# My Perspective of Favre's Decision



## taddy1340 (Dec 10, 2004)

As most of you know, it's complete hysteria in Packer nation and a lot of fans are pizzed and some understand.

I don't know why, but I felt compelled to write the following...

Mike

*A Fan's Perspective on Favre's Decision *

March 4th, 2008 is a date many will remember the time and place when told of the news of Brett Favre's decision to retire. Sitting at my desk at Altus Air Force Base in Oklahoma, I received a phone call from my wife about the news. My immediate reactions were much like many other Packer fans: shock, disbelief, disappointment, paranoia, and many more.

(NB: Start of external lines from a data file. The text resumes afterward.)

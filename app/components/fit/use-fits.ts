// The mechanism's data sets and fits, read over HTTP and read again whenever the room's `fits`
// map changes: a fit a co-author starts or finishes (on any instance) appears without a reload.
import { useCallback, useEffect, useState } from "react";
import type * as Y from "yjs";
import type { FitResult } from "~/chem/fit/types";
import { fitsMap } from "~/shared/room-document";

export interface DataSetEntry {
  id: string;
  name: string;
  bytes: number;
  uploadedBy: string | null;
  createdAt: string;
}

export interface StoredFitSettings {
  vary: string[];
  bounds: Record<string, { low?: number; high?: number }>;
  dataSets: { id: string | null; name: string }[];
}

export interface FitEntry {
  id: string;
  snapshotId: number | null;
  ranBy: string | null;
  status: "running" | "done" | "failed";
  settings: StoredFitSettings;
  result: (FitResult & { dataWarnings?: string[] }) | null;
  error: string | null;
  createdAt: string;
  finishedAt: string | null;
}

export function useFits(mechanismId: string, doc: Y.Doc | null) {
  const [dataSets, setDataSets] = useState<DataSetEntry[]>([]);
  const [fits, setFits] = useState<FitEntry[]>([]);
  const [error, setError] = useState<string | null>(null);
  const base = `/api/v1/mechanisms/${mechanismId}`;

  const reload = useCallback(async () => {
    try {
      const [sets, runs] = await Promise.all([fetch(`${base}/data-sets`), fetch(`${base}/fits`)]);
      if (!sets.ok || !runs.ok) throw new Error(`The server answered ${sets.ok ? runs.status : sets.status}.`);
      setDataSets(((await sets.json()) as { dataSets: DataSetEntry[] }).dataSets);
      setFits(((await runs.json()) as { fits: FitEntry[] }).fits);
      setError(null);
    } catch (failure) {
      setError(`The data sets and fits could not be read: ${(failure as Error).message}`);
    }
  }, [base]);

  useEffect(() => void reload(), [reload]);

  useEffect(() => {
    if (!doc) return;
    const notices = fitsMap(doc);
    const changed = () => void reload();
    notices.observe(changed);
    return () => notices.unobserve(changed);
  }, [doc, reload]);

  return { dataSets, fits, error, reload };
}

However, further reflection brought an unlikely feeling of understanding.

For many fans, understanding is not a feeling they possess at this moment. After coming within a few plays of reaching the Super Bowl and a roster loaded with young talent, I don't blame them for not understanding why Favre is walking away from the game we love to watch him play. Contrary, others may find it easy to understand his decision to retire because of his accomplishments, age, family situation, or other reasons.

Leading up to his announcement, from the outside Favre's decision to play or retire looked like a no-brainer. As previously mentioned, the team and Favre enjoyed great success in 2007 and 2008 looked to be as promising. However, after reflecting further on the situation, I truly understand how Favre felt trying to make this decision.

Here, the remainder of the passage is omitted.